2 Replies Latest reply on Jun 30, 2009 2:35 PM by lhorstma

    Interface chart lines/ sample interval after upgrade

    lhorstma

      It seems that some of my charts aren't displaying right anymore after migrating and upgrading from 8.5 to 9.1.

      Below are two screen shots, the first using a 30 minute sample interval and the second using a 10 minute sample interval.

      [IMG]http://img81.imageshack.us/img81/769/orioncharts.jpg[/IMG]

      If I extend the interval to 2 hours I get the pretty chart I expect:

      [IMG]http://img31.imageshack.us/img31/2894/orion2.jpg[/IMG]

      When I look at the raw data I see data only every 40 minutes or so. I'm set to collect statistics every 9 minutes so I would expect every interval to be filled when using the 10 minute interval. So anyone have any ideas about what's going on?

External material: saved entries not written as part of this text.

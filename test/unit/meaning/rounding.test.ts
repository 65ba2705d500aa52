import { expect, test } from 'vitest'
import { evaluate } from '../../../server/src/format/numbers.ts'
import type { NumberValue } from '../../../server/src/format/model.ts'
import { isRoundingOf } from '../../../server/src/meaning/rounding.ts'
import { generatedFile } from '../../bench/generate.ts'
import { findingsOf } from '../checks/harness.ts'

function numberOf(text: string): NumberValue {
  const read = evaluate(text)
  if (!('number' in read)) throw new Error(text)
  return { ...read.number, at: [0, text.length], text }
}

test.each([
  ['0.33', 1 / 3, true],
  ['0.667', 2 / 3, true],
  ['0.666', 2 / 3, true],
  ['-0.333', -1 / 3, true],
  ['0.25', 1 / 4, true],
  ['0.00', 0, true],
  ['0.3', 1 / 3, false],
  ['0.34', 1 / 3, false],
  ['0.0625', 0, false],
  ['-0.1', 0, false],
  ['0.668', 2 / 3, false],
  ['1/3', 1 / 3, false],
])('%s as a rounding of %d: %s', (text, exact, expected) => {
  expect(isRoundingOf(numberOf(text), exact)).toBe(expected)
})

test.each([40, 400, 4000])(
  'in a cell whose zone is tiny, points of its inside stay what they are: %d lines',
  lines => {
    const loud = findingsOf(generatedFile(lines)).filter(({ severity }) => severity !== 'info')
    expect(loud.map(({ rule, message }) => `${rule}: ${message}`)).toEqual([])
  },
)
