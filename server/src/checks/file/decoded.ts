import type { Check, Finding } from '../check.ts'

/** A rule whose findings the decoder has made while it read the document. */
export function decodedRule(rule: Omit<Check, 'run' | 'severity'>): Check {
  return {
    ...rule,
    severity: 'error',
    *run({ document }): Iterable<Finding> {
      for (const problem of document.problems) if (problem.rule === rule.id) yield problem
    },
  }
}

          • Re: Interface chart lines/ sample interval after upgrade
            lhorstma

            Looks like we've gotten it resolved. A week ago I had scripted a change to snmp security settings enterprise wide to add support for a third polling engine. Due to misconfiguration on a large number of servers (maybe 100) it actually removed support for our two existing polling servers. Those 100 servers or so started sending a flood of authentication failed traps to Orion, which then filed them away in the database. The database grew from about 2 GB to 16 GB in two days (I was off those days) before I found the issue, corrected the security settings on those servers, and put a filter on the traps to discard authentication failed messages. I talked to my DBA about the growth of the database and he didn't think it would cause any issues, so was left as is for several days.

             I went through the doc you provided and found the database disk subsystem was going pretty wild. The avg disk queue length was pretty high (avg between 16 and 20) as well as avg disk sec/write and avg disk sec/read hovering between 40 and 50 ms. I called support and we went through several things before truncating the traps (3.5 GB) and trapvarbind (10 GB) tables in the Orion DB. After that all the disk counters dropped to low levels and the data gaps disappeared. Now, if only I could put back all the hair I was pulling out...